▶
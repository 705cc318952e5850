using System.Text;

namespace PartCheck.Reports;

/// <summary>Lines of at most 80 columns with a hanging indent.</summary>
internal static class Columns80
{
    /// <summary>The width of every text report.</summary>
    public const int Width = 80;

    /// <summary>Stands for a blank that no line breaks at: between a number and its unit.</summary>
    public const char Glue = '\u00A0';

    /// <summary>Appends a text, wrapped.</summary>
    /// <param name="into">Where to.</param>
    /// <param name="first">What the first line begins with.</param>
    /// <param name="text">The text; its words are kept whole where they fit.</param>
    /// <param name="indent">Blanks before every further line.</param>
    public static void Wrap(StringBuilder into, string first, string text, int indent)
    {
        string line = first;
        bool fresh = true;
        foreach (string word in text.Split(' ', StringSplitOptions.RemoveEmptyEntries))
        {
            string rest = word.Replace(Glue, ' ');
            while (true)
            {
                string glue = fresh || line.EndsWith(' ') ? string.Empty : " ";
                if (line.Length + glue.Length + rest.Length <= Width)
                {
                    line += glue + rest;
                    fresh = false;
                    break;
                }

                if (!fresh)
                {
                    into.Append(line.TrimEnd()).Append('\n');
                    line = new string(' ', indent);
                    fresh = true;
                    continue;
                }

                // A word longer than a line is cut.
                int room = Math.Max(1, Width - line.Length);
                into.Append(line).Append(rest.AsSpan(0, room)).Append('\n');
                rest = rest[room..];
                line = new string(' ', indent);
            }
        }

        into.Append(line.TrimEnd()).Append('\n');
    }
}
◀
Problem details:
All of the records above are to be returned exactly as they stand.

Exercise response:
repository 705cc318952e5850
using System.Text;

namespace PartCheck.Reports;

/// <summary>Lines of at most 80 columns with a hanging indent.</summary>
internal static class Columns80
{
    /// <summary>The width of every text report.</summary>
    public const int Width = 80;

    /// <summary>Stands for a blank that no line breaks at: between a number and its unit.</summary>
    public const char Glue = '\u00A0';

    /// <summary>Appends a text, wrapped.</summary>
    /// <param name="into">Where to.</param>
    /// <param name="first">What the first line begins with.</param>
    /// <param name="text">The text; its words are kept whole where they fit.</param>
    /// <param name="indent">Blanks before every further line.</param>
    public static void Wrap(StringBuilder into, string first, string text, int indent)
    {
        string line = first;
        bool fresh = true;
        foreach (string word in text.Split(' ', StringSplitOptions.RemoveEmptyEntries))
        {
            string rest = word.Replace(Glue, ' ');
            while (true)
            {
                string glue = fresh || line.EndsWith(' ') ? string.Empty : " ";
                if (line.Length + glue.Length + rest.Length <= Width)
                {
                    line += glue + rest;
                    fresh = false;
                    break;
                }

                if (!fresh)
                {
                    into.Append(line.TrimEnd()).Append('\n');
                    line = new string(' ', indent);
                    fresh = true;
                    continue;
                }

                // A word longer than a line is cut.
                int room = Math.Max(1, Width - line.Length);
                into.Append(line).Append(rest.AsSpan(0, room)).Append('\n');
                rest = rest[room..];
                line = new string(' ', indent);
            }
        }

        into.Append(line.TrimEnd()).Append('\n');
    }
}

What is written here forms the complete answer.